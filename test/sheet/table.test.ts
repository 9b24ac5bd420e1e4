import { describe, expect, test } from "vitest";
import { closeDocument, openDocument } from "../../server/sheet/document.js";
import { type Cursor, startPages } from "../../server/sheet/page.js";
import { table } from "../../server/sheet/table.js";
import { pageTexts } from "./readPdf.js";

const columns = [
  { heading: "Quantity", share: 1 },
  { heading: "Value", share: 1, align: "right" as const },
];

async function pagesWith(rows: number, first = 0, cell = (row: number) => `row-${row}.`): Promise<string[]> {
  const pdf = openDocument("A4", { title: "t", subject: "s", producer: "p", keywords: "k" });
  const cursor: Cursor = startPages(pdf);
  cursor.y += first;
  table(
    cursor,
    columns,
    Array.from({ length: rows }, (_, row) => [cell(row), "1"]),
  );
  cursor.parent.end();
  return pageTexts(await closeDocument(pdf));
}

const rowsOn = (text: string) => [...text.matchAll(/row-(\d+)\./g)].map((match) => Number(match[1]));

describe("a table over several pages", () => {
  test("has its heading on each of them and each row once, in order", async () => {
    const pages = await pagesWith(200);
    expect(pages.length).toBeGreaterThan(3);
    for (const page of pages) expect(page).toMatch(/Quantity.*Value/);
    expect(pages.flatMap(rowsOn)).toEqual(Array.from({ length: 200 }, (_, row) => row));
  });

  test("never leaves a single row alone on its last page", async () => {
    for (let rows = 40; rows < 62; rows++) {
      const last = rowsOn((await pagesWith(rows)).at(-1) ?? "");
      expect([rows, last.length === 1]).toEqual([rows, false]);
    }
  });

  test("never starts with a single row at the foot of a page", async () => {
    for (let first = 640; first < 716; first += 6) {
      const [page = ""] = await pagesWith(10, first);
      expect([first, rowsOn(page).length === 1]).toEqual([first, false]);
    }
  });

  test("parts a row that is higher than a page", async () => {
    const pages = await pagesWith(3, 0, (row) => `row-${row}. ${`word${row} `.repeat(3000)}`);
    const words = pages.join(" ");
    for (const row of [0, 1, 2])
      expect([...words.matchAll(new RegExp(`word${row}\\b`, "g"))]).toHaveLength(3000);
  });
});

──────────

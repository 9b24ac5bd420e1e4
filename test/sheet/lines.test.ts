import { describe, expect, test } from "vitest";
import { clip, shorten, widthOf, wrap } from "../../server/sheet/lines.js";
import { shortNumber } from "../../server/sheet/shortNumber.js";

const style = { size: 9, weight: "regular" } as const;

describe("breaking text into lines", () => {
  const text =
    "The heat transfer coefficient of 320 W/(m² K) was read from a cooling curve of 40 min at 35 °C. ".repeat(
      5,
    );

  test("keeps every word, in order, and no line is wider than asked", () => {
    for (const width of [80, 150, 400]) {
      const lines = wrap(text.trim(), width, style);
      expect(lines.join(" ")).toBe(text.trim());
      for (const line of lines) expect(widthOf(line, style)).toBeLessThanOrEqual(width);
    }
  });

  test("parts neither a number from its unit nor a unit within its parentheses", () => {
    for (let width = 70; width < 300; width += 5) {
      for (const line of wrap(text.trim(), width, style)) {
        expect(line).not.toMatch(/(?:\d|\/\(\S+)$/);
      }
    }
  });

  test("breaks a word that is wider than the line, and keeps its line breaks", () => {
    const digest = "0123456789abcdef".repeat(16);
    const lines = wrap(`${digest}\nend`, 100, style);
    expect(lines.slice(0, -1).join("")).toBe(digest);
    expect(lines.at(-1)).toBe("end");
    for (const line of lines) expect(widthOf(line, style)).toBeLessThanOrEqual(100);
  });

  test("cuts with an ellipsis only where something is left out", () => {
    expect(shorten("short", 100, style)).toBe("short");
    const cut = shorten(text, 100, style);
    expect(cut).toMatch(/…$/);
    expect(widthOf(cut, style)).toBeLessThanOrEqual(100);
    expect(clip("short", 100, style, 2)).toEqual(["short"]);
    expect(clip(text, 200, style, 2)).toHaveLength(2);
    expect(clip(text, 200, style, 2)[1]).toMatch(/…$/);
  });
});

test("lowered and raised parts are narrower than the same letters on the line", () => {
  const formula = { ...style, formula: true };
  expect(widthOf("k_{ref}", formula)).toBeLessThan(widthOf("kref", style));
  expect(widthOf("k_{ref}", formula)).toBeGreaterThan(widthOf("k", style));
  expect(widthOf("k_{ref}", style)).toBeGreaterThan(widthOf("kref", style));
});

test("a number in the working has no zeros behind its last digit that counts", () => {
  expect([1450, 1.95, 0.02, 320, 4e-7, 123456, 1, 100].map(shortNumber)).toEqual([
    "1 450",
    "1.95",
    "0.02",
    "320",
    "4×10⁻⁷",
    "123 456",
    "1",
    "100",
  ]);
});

──────────

*ABOUT THIS TASK*
Above are the entries. Output exactly the lines beginning with the line that has "filename test/sheet/table.test.ts" and ending with the line that has "type Cursor, startPages".

*WRITTEN SOLUTION*
filename test/sheet/table.test.ts
repository 9b24ac5bd420e1e4
import { describe, expect, test } from "vitest";
import { closeDocument, openDocument } from "../../server/sheet/document.js";
import { type Cursor, startPages } from "../../server/sheet/page.js";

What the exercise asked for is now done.